■ ACTIVITY ■
Your answer should consist only of the lines below from the one with "from math import inf" through the one with "def partials(T: FloatArray, gamma: float)", copied exactly.
%%
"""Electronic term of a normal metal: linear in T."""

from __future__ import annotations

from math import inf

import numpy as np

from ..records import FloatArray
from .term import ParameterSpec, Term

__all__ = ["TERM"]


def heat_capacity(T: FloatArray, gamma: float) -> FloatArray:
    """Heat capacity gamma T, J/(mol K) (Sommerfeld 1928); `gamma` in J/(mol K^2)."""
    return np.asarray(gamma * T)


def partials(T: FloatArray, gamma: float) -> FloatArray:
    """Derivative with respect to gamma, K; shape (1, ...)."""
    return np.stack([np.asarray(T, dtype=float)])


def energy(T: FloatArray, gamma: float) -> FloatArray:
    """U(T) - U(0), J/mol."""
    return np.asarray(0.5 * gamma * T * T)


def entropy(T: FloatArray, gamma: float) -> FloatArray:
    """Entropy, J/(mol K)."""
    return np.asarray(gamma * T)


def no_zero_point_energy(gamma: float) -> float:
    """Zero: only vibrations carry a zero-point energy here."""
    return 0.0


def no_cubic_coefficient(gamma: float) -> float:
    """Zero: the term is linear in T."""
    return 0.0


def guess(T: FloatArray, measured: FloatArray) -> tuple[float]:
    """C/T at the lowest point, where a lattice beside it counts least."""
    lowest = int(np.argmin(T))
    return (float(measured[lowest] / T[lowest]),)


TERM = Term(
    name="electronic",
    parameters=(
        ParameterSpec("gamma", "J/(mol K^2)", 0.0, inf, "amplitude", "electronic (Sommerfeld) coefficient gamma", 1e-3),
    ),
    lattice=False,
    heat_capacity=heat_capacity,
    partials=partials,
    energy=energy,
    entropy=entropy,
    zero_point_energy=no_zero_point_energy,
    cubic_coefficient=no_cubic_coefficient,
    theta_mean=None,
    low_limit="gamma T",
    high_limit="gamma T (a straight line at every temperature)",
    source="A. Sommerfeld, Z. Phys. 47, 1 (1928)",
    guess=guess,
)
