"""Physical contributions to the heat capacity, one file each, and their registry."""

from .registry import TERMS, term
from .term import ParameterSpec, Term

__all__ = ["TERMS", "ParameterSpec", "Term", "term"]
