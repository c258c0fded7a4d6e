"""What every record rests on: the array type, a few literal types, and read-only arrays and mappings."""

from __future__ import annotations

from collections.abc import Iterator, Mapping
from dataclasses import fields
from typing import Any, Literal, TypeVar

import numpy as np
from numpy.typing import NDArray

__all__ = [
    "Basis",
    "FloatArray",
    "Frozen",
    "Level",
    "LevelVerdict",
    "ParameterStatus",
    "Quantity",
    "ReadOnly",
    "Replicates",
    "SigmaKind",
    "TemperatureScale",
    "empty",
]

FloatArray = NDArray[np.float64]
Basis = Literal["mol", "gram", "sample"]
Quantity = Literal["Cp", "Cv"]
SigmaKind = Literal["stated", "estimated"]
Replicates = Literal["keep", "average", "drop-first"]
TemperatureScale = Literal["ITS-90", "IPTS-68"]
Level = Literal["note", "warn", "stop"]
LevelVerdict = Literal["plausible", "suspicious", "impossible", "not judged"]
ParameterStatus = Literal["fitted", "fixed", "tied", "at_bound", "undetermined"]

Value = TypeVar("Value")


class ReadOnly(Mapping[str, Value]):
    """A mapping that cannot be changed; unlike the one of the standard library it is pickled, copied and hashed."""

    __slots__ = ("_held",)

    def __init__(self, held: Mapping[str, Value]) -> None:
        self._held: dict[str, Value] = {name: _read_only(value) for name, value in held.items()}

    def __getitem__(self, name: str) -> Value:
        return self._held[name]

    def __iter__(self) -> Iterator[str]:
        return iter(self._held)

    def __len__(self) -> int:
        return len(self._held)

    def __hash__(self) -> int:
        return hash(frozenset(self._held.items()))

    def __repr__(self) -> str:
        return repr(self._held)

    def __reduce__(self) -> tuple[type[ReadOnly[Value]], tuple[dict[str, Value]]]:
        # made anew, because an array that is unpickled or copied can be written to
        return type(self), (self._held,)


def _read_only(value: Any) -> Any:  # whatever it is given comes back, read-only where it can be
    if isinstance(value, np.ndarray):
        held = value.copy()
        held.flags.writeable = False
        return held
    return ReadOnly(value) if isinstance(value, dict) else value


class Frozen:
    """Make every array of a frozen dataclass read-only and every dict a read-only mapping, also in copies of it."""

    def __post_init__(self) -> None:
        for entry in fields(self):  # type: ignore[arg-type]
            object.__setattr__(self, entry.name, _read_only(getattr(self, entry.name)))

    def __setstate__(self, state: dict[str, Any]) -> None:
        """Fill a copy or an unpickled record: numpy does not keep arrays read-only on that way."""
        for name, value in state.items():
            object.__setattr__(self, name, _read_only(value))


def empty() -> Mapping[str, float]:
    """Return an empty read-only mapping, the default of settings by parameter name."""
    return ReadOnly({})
%%
%%
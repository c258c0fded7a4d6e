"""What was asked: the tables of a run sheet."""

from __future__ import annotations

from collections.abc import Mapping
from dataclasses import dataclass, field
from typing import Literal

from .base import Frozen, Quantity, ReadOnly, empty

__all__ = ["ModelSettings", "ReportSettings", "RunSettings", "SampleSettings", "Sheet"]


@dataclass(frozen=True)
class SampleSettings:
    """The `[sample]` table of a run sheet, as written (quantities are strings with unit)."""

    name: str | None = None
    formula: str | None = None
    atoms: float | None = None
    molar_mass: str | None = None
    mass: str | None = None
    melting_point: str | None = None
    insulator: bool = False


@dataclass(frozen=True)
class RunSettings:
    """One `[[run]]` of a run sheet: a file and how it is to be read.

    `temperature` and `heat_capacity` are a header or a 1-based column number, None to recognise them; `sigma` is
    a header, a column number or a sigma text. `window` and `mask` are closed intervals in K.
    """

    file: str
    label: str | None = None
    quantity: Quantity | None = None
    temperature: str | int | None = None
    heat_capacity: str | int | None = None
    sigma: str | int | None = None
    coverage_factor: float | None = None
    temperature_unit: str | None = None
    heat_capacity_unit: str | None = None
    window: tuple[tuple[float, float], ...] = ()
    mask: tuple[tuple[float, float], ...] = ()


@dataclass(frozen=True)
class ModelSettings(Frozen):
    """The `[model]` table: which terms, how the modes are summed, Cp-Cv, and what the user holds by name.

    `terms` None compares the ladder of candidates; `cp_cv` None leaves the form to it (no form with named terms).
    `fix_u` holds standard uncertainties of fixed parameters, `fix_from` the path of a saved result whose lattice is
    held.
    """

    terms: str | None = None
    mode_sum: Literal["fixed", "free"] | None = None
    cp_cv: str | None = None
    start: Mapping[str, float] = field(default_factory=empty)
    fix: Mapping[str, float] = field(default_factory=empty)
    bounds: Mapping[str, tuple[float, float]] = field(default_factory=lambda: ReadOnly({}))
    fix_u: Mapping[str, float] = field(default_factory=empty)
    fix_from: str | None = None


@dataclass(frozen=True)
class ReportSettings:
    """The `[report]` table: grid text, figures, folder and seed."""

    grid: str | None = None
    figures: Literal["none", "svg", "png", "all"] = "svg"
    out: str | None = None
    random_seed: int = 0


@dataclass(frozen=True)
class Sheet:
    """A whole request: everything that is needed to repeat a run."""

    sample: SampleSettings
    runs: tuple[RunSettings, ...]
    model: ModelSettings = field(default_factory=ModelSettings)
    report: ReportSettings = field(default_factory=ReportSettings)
%%
■ YOUR SOLUTION ■
from math import inf

import numpy as np

from ..records import FloatArray
from .term import ParameterSpec, Term

__all__ = ["TERM"]


def heat_capacity(T: FloatArray, gamma: float) -> FloatArray:
    """Heat capacity gamma T, J/(mol K) (Sommerfeld 1928); `gamma` in J/(mol K^2)."""
    return np.asarray(gamma * T)


def partials(T: FloatArray, gamma: float) -> FloatArray:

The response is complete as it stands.